There is a “disconnect” in the communication between political leaders and the military, he said. “But without the politicians we cannot do it. Military cannot be politicians.”

Tarzi acknowledged that Canadians, like citizens of other NATO countries losing soldiers’ lives in the conflict, are experiencing “fatigue among ‘the good’. You have to be, as Canadians, extremely proud of what your country is doing over there. Your country is actually building bridges, building dams, talking to people.”

Tarzi said he prefers Canada's triple-D policy of diplomacy, development and defense over the approach of the U.S. and said Canada isn't getting the support it deserves from bigger NATO countries who are “sitting on the sidelines.”

But Tarzi warned pulling out of Afghanistan now would only “enable” the Taliban.

Needed first is a new diplomatic understanding with Pakistan. Right now Pakistan supports Taliban incursions into Afghanistan, Tarzi said. A big reason is that Afghanistan doesn’t recognize the border between the two countries, which was drawn by the British, and until border security can be assured, Pakistan’s government will find it useful to “keep the water boiling” through the Taliban. But if Pakistan could be reassured and brought more firmly onto the side of the West, the conflict in Afghanistan could end in success in two to three years, Tarzi offered.
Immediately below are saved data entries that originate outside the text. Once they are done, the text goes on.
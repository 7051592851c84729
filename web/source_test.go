package web

import (
	"context"
	"math"
	"sync"
	"testing"
	"time"

	"github.com/rs/zerolog"

	"rolloff/driver/bench"

	"rolloff/sweep/event"
	"rolloff/sweep/plan"
	"rolloff/sweep/point"
	"rolloff/sweep/queue"
	"rolloff/sweep/store"
)

// sourceBackend is the real backend with a fast in-process point source
// in place of the scheduler: each point is appended to the real run
// store (fsynced) and then published, as the scheduler does, so that the
// daemon's own path (queue, hub, websocket) can be measured without the
// simulated instruments' settling times.
type sourceBackend struct {
	*bridge
	points     int
	interval   time.Duration
	startDelay time.Duration // before the first point, so that clients can join

	mu     sync.Mutex
	stored map[int]time.Time // seq → when AppendPoint returned
}

func (s *sourceBackend) Start(ctx context.Context, id string, p *plan.Plan, resume bool) (queue.Run, error) {
	r, err := s.own(id)
	if err != nil {
		return nil, err
	}
	src := &sourceRun{done: make(chan struct{}), state: event.Preparing, subs: map[int]chan event.Event{}}
	go func() {
		defer func() {
			src.finish()
			s.release(id)
		}()
		time.Sleep(s.startDelay)
		src.emit(event.Event{Type: event.TypeState, State: event.Reading, Run: id})
		_ = r.SetState(event.Reading, "")
		t0 := time.Now()
		for i := 0; i < s.points; i++ {
			if ctx.Err() != nil {
				src.emit(event.Event{Type: event.TypeState, State: event.Interrupted, Run: id})
				return
			}
			f := 10 * math.Pow(10, 4*float64(i)/float64(s.points))
			pt := point.Point{Seq: i, Index: i, FreqHz: f, VinVrms: 0.5, VoutVrms: 5, GainDB: 20, DCVolts: 0.5,
				RangeIndex: 8, Range: "10 V", RangeFSVrms: 10, FractionFS: 0.5, Readings: 2, Time: time.Now().UTC()}
			if err := r.AppendPoint(pt); err != nil {
				src.emit(event.Event{Type: event.TypeState, State: event.Failed, Run: id, Message: err.Error()})
				return
			}
			s.mu.Lock()
			s.stored[i] = time.Now()
			s.mu.Unlock()
			src.emit(event.Event{Type: event.TypePoint, Run: id, Point: &pt})
			src.emit(event.Event{Type: event.TypeProgress, Run: id, Progress: &event.Progress{Done: i + 1, Total: s.points, FreqHz: f}})
			if s.interval > 0 {
				if d := time.Until(t0.Add(time.Duration(i+1) * s.interval)); d > 0 {
					time.Sleep(d)
				}
			}
		}
		_ = r.SetState(event.Done, "")
		src.emit(event.Event{Type: event.TypeState, State: event.Done, Run: id})
	}()
	return src, nil
}

func (s *sourceBackend) storedAt(seq int) (time.Time, bool) {
	s.mu.Lock()
	defer s.mu.Unlock()
	t, ok := s.stored[seq]
	return t, ok
}

type sourceRun struct {
	mu    sync.Mutex
	subs  map[int]chan event.Event
	next  int
	state event.State
	done  chan struct{}
}

func (r *sourceRun) emit(ev event.Event) {
	if ev.Time.IsZero() {
		ev.Time = time.Now().UTC()
	}
	r.mu.Lock()
	defer r.mu.Unlock()
	if ev.Type == event.TypeState {
		r.state = ev.State
	}
	for _, c := range r.subs {
		c <- ev // the queue's subscription keeps up; a big buffer
	}
}

func (r *sourceRun) finish() {
	r.mu.Lock()
	for k, c := range r.subs {
		close(c)
		delete(r.subs, k)
	}
	r.mu.Unlock()
	close(r.done)
}

func (r *sourceRun) Pause() error              { return nil }
func (r *sourceRun) Resume() error             { return nil }
func (r *sourceRun) Abort() error              { return nil }
func (r *sourceRun) Confirm(pid, ri int) error { return nil }
func (r *sourceRun) Wait() error               { <-r.done; return nil }
func (r *sourceRun) Done() <-chan struct{}     { return r.done }
func (r *sourceRun) Snapshot() queue.Snapshot {
	r.mu.Lock()
	defer r.mu.Unlock()
	return queue.Snapshot{State: r.state}
}
func (r *sourceRun) Subscribe() (<-chan event.Event, func()) {
	r.mu.Lock()
	defer r.mu.Unlock()
	c := make(chan event.Event, 1<<16)
	select {
	case <-r.done:
		close(c)
		return c, func() {}
	default:
	}
	k := r.next
	r.next++
	r.subs[k] = c
	return c, func() {}
}

// newSourceServer serves the demo bench with the point source, storing
// runs in dir.
func newSourceServer(points int, interval time.Duration, dir string) (*Server, *sourceBackend, func(), error) {
	ctx, cancelOpen := context.WithTimeout(context.Background(), 20*time.Second)
	defer cancelOpen()
	b, err := bench.OpenDemo(ctx, zerolog.Nop())
	if err != nil {
		return nil, nil, nil, err
	}
	st, err := store.Open(dir)
	if err != nil {
		b.Close()
		return nil, nil, nil, err
	}
	be := &sourceBackend{bridge: &bridge{b: b, st: st, log: zerolog.Nop(), owned: map[string]*store.Run{}},
		points: points, interval: interval, stored: map[int]time.Time{}}
	srv, err := newServer(Config{Addr: "127.0.0.1:0", Log: zerolog.Nop()}, be)
	if err != nil {
		b.Close()
		return nil, nil, nil, err
	}
	sctx, cancel := context.WithCancel(context.Background())
	served := make(chan error, 1)
	go func() { served <- srv.Serve(sctx) }()
	return srv, be, func() { cancel(); <-served; b.Close() }, nil
}

// startSource is newSourceServer in a test's temporary directory.
func startSource(tb testing.TB, points int, interval time.Duration) (*Server, *sourceBackend, func()) {
	tb.Helper()
	srv, be, stop, err := newSourceServer(points, interval, tb.TempDir())
	if err != nil {
		tb.Fatal(err)
	}
	return srv, be, stop
}
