package main

import (
	"context"
	"errors"
	"flag"
	"fmt"
	"math"
	"time"

	"rolloff/configs"
	"rolloff/driver/bench"
	"rolloff/sweep/analysis"
	"rolloff/sweep/plan"
	"rolloff/sweep/sched"
	"rolloff/sweep/sched/finish"
	"rolloff/sweep/store"
)

func init() {
	register(&command{
		name:    "demo",
		summary: "measure the built-in simulated line-driver bench end to end",
		run:     runDemoCmd,
	})
}

// demoServe serves the live page of the demo's store and bench, submits
// the demo plan to the daemon's queue, reports the run as sweepAndReport
// does (compare prints the corner comparison) and serves until ctx is
// cancelled. It is set by serve.go.
var demoServe func(ctx context.Context, env *cmdEnv, b *bench.Bench, st *store.Store, addr string, p *plan.Plan, planData []byte, compare func(map[string]any) error) error

// demoPlanFile is the embedded demo plan.
const demoPlanFile = "demo-plan.toml"

// demoMaxCornerErr is the largest relative corner error the demo accepts
// against the simulated DUT's analytic corners.
const demoMaxCornerErr = 0.005

// demoServeTimeScale is the simulated bench's time scale when the demo
// serves the live page: the sweep then takes some twenty seconds, long
// enough to watch the points arrive.
const demoServeTimeScale = 5

func runDemoCmd(ctx context.Context, env *cmdEnv, args []string) error {
	fs := flag.NewFlagSet("rolloff demo", flag.ContinueOnError)
	fs.SetOutput(env.stderr)
	noServe := fs.Bool("no-serve", false, "do not serve the live page; exit when the sweep is done")
	out := fs.String("out", "runs", "run store directory")
	addr := fs.String("addr", "127.0.0.1:8750", "live page listen address host:port")
	bf := addBrokerFlags(fs, true)
	scale := fs.Float64("time-scale", 0, "simulated seconds per wall second, 1 to 1e6 (default: the bench file's 50 with --no-serve, 5 when serving so that points can be watched arriving)")
	fs.Usage = func() {
		fmt.Fprintf(env.stderr, "usage: rolloff demo [--no-serve] [--out DIR] [--addr HOST:PORT]\n\n"+
			"Starts the simulated bench in-process (the line-driver prototype, time-scaled),\n"+
			"measures the demo plan and compares the corners with the DUT's analytic ones.\n\n")
		fs.PrintDefaults()
	}
	pos, err := parseArgs(fs, args)
	if err != nil {
		return err
	}
	if len(pos) > 0 {
		fs.Usage()
		return &exitError{code: 2, err: fmt.Errorf("unexpected argument %q", pos[0])}
	}
	if !*noServe && demoServe == nil {
		return &exitError{code: 2, err: errors.New("the live page is not available in this build; use --no-serve")}
	}
	planData, p, err := demoPlan()
	if err != nil {
		return err
	}
	st, err := store.Open(*out)
	if err != nil {
		return fmt.Errorf("--out %s: %w", *out, err)
	}
	st.SetLogger(env.log)
	stopPub, err := bf.startPublisher(env, st.Dir(), "demo", -1)
	if err != nil {
		return err
	}
	defer stopPub(5 * time.Second)
	cfg, err := configs.LoadBench(configs.SimBench)
	if err != nil {
		return err
	}
	switch {
	case *scale != 0:
		if !(*scale >= 1 && *scale <= 1e6) {
			return &exitError{code: 2, err: fmt.Errorf("--time-scale %g: want 1 to 1e6", *scale)}
		}
		cfg.TimeScale = *scale
	case !*noServe:
		cfg.TimeScale = demoServeTimeScale
	}
	b, err := bench.Open(ctx, cfg, env.log)
	if err != nil {
		return err
	}
	defer b.Close()
	if err := p.Validate(b.Limits); err != nil {
		return err
	}
	compare := func(res map[string]any) error {
		return compareCorners(env, b, p, res)
	}
	if !*noServe {
		// The daemon owns the demo's run, so that the page can pause,
		// resume and abort it, and goes on serving until interrupted.
		return demoServe(ctx, env, b, st, *addr, p, planData, compare)
	}
	run, err := st.Create(store.CreateOpts{PlanFile: demoPlanFile, PlanData: planData, Plan: p, BenchFile: b.Raw, Identities: b.Identities})
	if err != nil {
		return err
	}
	defer run.Close()
	opts := sched.Opts{Operator: simOperator(env, b, nil), Finish: finish.Analyze(p, run.Dir(), nil, finish.SpecOf(cfg, p))}
	return sweepAndReport(ctx, env, b, p, run, opts, compare)
}

// demoPlan returns the demo plan, the embedded demo-plan.toml: the line
// driver from 2 Hz to 2 MHz, 12 points per decade, 50 mVrms, ranges
// switched by the relay, corners refined.
func demoPlan() ([]byte, *plan.Plan, error) {
	data, err := configs.ReadFile(demoPlanFile)
	if err != nil {
		return nil, nil, err
	}
	p, err := plan.DecodeTOML(demoPlanFile, data)
	if err != nil {
		return nil, nil, err
	}
	return data, p, nil
}

// compareCorners prints the measured corners against the simulated DUT's
// analytic ones and fails when one is off by more than 0.5 %.
func compareCorners(env *cmdEnv, b *bench.Bench, p *plan.Plan, res map[string]any) error {
	if res == nil {
		return errors.New("demo: no analysis result")
	}
	lowA, highA := b.Sim.DUTCorners(p.Refine.LevelDB)
	var errs []error
	for _, c := range []struct {
		name, key string
		want      float64
	}{{"low", "low_hz", lowA}, {"high", "high_hz", highA}} {
		got, ok := res[c.key].(float64)
		if !ok {
			errs = append(errs, fmt.Errorf("demo: no %s corner measured (analytic %s)", c.name, analysis.FormatHz(c.want, 6)))
			continue
		}
		e := got/c.want - 1
		fmt.Fprintf(env.stdout, "%s corner: measured %s, analytic %s, error %+.3f %%\n",
			c.name, analysis.FormatHz(got, 6), analysis.FormatHz(c.want, 6), 100*e)
		if math.Abs(e) > demoMaxCornerErr {
			errs = append(errs, fmt.Errorf("demo: %s corner off by %.3f %% (limit %.1f %%)", c.name, 100*e, 100*demoMaxCornerErr))
		}
	}
	return errors.Join(errs...)
}
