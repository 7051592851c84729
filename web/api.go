package web

import (
	"bytes"
	"context"
	"encoding/json"
	"errors"
	"fmt"
	"io"
	"mime"
	"net/http"
	"net/url"
	"path"
	"path/filepath"
	"strconv"
	"strings"
	"syscall"
	"time"

	"rolloff/sweep/event"
	"rolloff/sweep/plan"
	"rolloff/sweep/point"
	"rolloff/sweep/queue"
	"rolloff/sweep/sched"
	"rolloff/sweep/store"
	"rolloff/web/guard"
	"rolloff/web/hub"
	"rolloff/web/page"
)

// files maps the files a run serves (store.ResultFiles and the report)
// to their content types.
var files = map[string]string{
	store.FileResponseCSV: "text/csv; charset=utf-8",
	store.FileResult:      "application/json",
	store.FileResponsePNG: "image/png",
	store.FileResponseSVG: "image/svg+xml",
	store.FileResponsePDF: "application/pdf",
	store.FileReport:      "application/pdf",
}

// RetryAfterFullS is the Retry-After, in seconds, of a submission
// refused because the queue is full.
const RetryAfterFullS = 30

// MaxOverlayRuns is the most runs one overlay may combine.
const MaxOverlayRuns = 8

// apiError is an error with an HTTP status and the field it concerns.
type apiError struct {
	status int
	field  string
	msg    string
}

func (e *apiError) Error() string { return e.msg }

func badRequest(field, format string, a ...any) error {
	return &apiError{status: http.StatusBadRequest, field: field, msg: fmt.Sprintf(format, a...)}
}

// fail writes err in the error format, choosing the status from its kind.
func (s *Server) fail(w http.ResponseWriter, err error) {
	var ae *apiError
	var fe *plan.FieldError
	var mbe *http.MaxBytesError
	switch {
	case errors.As(err, &ae):
		guard.WriteError(w, ae.status, ae.field, ae.msg)
	case errors.As(err, &mbe):
		guard.WriteError(w, http.StatusRequestEntityTooLarge, "body", fmt.Sprintf("body larger than %d bytes", mbe.Limit))
	case errors.As(err, &fe):
		guard.WriteError(w, http.StatusBadRequest, fe.Field, s.scrub(err.Error()))
	case errors.Is(err, sched.ErrNoPrompt):
		guard.WriteError(w, http.StatusConflict, "prompt_id", err.Error())
	case errors.Is(err, sched.ErrBadRange):
		guard.WriteError(w, http.StatusBadRequest, "range_index", err.Error())
	case errors.Is(err, sched.ErrFinished), errors.Is(err, sched.ErrNotPaused):
		guard.WriteError(w, http.StatusConflict, "state", err.Error())
	case errors.Is(err, queue.ErrNotFound):
		guard.WriteError(w, http.StatusNotFound, "id", err.Error())
	case errors.Is(err, queue.ErrState):
		guard.WriteError(w, http.StatusConflict, "state", err.Error())
	case errors.Is(err, queue.ErrFull):
		w.Header().Set("Retry-After", strconv.Itoa(RetryAfterFullS))
		guard.WriteError(w, http.StatusTooManyRequests, "", "the queue is full: "+err.Error()+"; try again later")
	case errors.Is(err, queue.ErrClosed):
		guard.WriteError(w, http.StatusServiceUnavailable, "", "the daemon is shutting down")
	case errors.Is(err, syscall.EROFS):
		s.log.Error().Err(err).Msg("request failed")
		guard.WriteError(w, http.StatusInsufficientStorage, "", "the run store is on a read-only file system: nothing can be recorded")
	case errors.Is(err, syscall.ENOSPC):
		s.log.Error().Err(err).Msg("request failed")
		guard.WriteError(w, http.StatusInsufficientStorage, "", "the run store's disk is full: nothing can be recorded")
	default:
		// The cause may name files of the machine: the log has it, the
		// answer does not.
		s.log.Error().Err(err).Msg("request failed")
		guard.WriteError(w, http.StatusInternalServerError, "", "internal error; the daemon's log has the cause")
	}
}

// scrub takes the run store's directory out of a message meant for a
// client: the page's user needs the run id, not where the daemon keeps
// its files.
func (s *Server) scrub(msg string) string {
	d, ok := s.be.(interface{ dataDir() string })
	if !ok {
		return msg
	}
	dir := d.dataDir()
	if dir == "" {
		return msg
	}
	if abs, err := filepath.Abs(dir); err == nil && abs != dir {
		msg = strings.ReplaceAll(msg, abs, "the run store")
	}
	return strings.ReplaceAll(msg, dir, "the run store")
}

func writeJSON(w http.ResponseWriter, status int, v any) {
	h := w.Header()
	h.Set("Content-Type", "application/json; charset=utf-8")
	h.Set("Cache-Control", "no-store")
	h.Set("X-Content-Type-Options", "nosniff")
	w.WriteHeader(status)
	enc := json.NewEncoder(w)
	_ = enc.Encode(v)
}

// method refuses a request made with another method than want (405).
func method(w http.ResponseWriter, r *http.Request, want string) bool {
	if r.Method == want || (want == http.MethodGet && r.Method == http.MethodHead) {
		return true
	}
	allow := want
	if want == http.MethodGet {
		allow = "GET, HEAD"
	}
	w.Header().Set("Allow", allow)
	guard.WriteError(w, http.StatusMethodNotAllowed, "method", fmt.Sprintf("%s %s: use %s", r.Method, r.URL.Path, want))
	return false
}

// validID checks a run id taken from a path or a query (the run store's
// syntax: letters, digits, '.', '_' and '-', no "..").
func validID(id string) error {
	if err := plan.CheckRunID(id); err != nil {
		return badRequest("id", "run id %q: %v", clip(id), err)
	}
	return nil
}

func clip(s string) string {
	if len(s) > 80 {
		return s[:80] + "..."
	}
	return s
}

// route dispatches on the escaped path, so that a run id containing an
// encoded slash or dots reaches validID instead of being cleaned away.
func (s *Server) route(w http.ResponseWriter, r *http.Request) {
	p := r.URL.EscapedPath()
	switch {
	case p == "/" || p == "/index.html":
		if method(w, r, http.MethodGet) {
			s.index(w, r)
		}
		return
	case p == "/line":
		if method(w, r, http.MethodGet) {
			s.linePage(w, r)
		}
		return
	case p == "/app.js" || p == "/plot.js" || p == "/style.css" || p == "/line.js" || p == "/line.css":
		if method(w, r, http.MethodGet) {
			s.asset(w, r, p[1:])
		}
		return
	case p == "/favicon.ico":
		w.WriteHeader(http.StatusNoContent)
		return
	case p == "/api/bench":
		if method(w, r, http.MethodGet) {
			s.bench(w, r)
		}
		return
	case p == "/api/runs":
		switch r.Method {
		case http.MethodGet, http.MethodHead:
			s.listRuns(w, r)
		case http.MethodPost:
			s.submit(w, r)
		default:
			method(w, r, http.MethodPost)
		}
		return
	case p == "/api/plan/estimate":
		if method(w, r, http.MethodPost) {
			s.estimate(w, r)
		}
		return
	case p == "/api/overlay.png" || p == "/api/overlay.svg" || p == "/api/overlay.pdf":
		if method(w, r, http.MethodGet) {
			s.overlay(w, r, path.Ext(p)[1:])
		}
		return
	case strings.HasPrefix(p, "/api/runs/"):
		s.runRoute(w, r, strings.TrimPrefix(p, "/api/runs/"))
		return
	case strings.HasPrefix(p, "/api/batches/"):
		s.batchRoute(w, r, strings.TrimPrefix(p, "/api/batches/"))
		return
	}
	guard.WriteError(w, http.StatusNotFound, "path", fmt.Sprintf("no such resource %q", clip(r.URL.Path)))
}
“The Pakistanis understand that the Taliban are a threat to them,” he said, but “they're afraid of Afghan nationalistic tendencies claiming half of Pakistan. We need diplomacy here.”

Tarzi said that because the borders are impossible to secure and peace comes from economic security, the Pakistan-Afghanistan border should remain open, while providing solid reassurance to Pakistan that it need not worry about losing territory.

Tarzi said too much North American media coverage and high-level thinking is clouded by a conviction that Afghanistan is ready and willing to be Westernized. “We cannot be seen as assaulting their traditions,” he said. “Afghans, they see someone with blue eyes and blonde hair, they think, ‘not again!’” Western nations should help build hospitals, schools, even madrassas and mosques – but should avoid taking credit doing so. Otherwise, Afghans won’t trust and use those new institutions. “Let us not our hand been seen in it,” Tarzi said.

The U.S. Consulate in Vancouver arranged for Tarzi, a former Afghanistan analyst for Radio Free Europe/Radio Liberty, to visit various groups in Vancouver. In his remarks to UBC students, Tarzi said the views he expressed were purely his own, and that he wasn’t speaking for the U.S. government or military.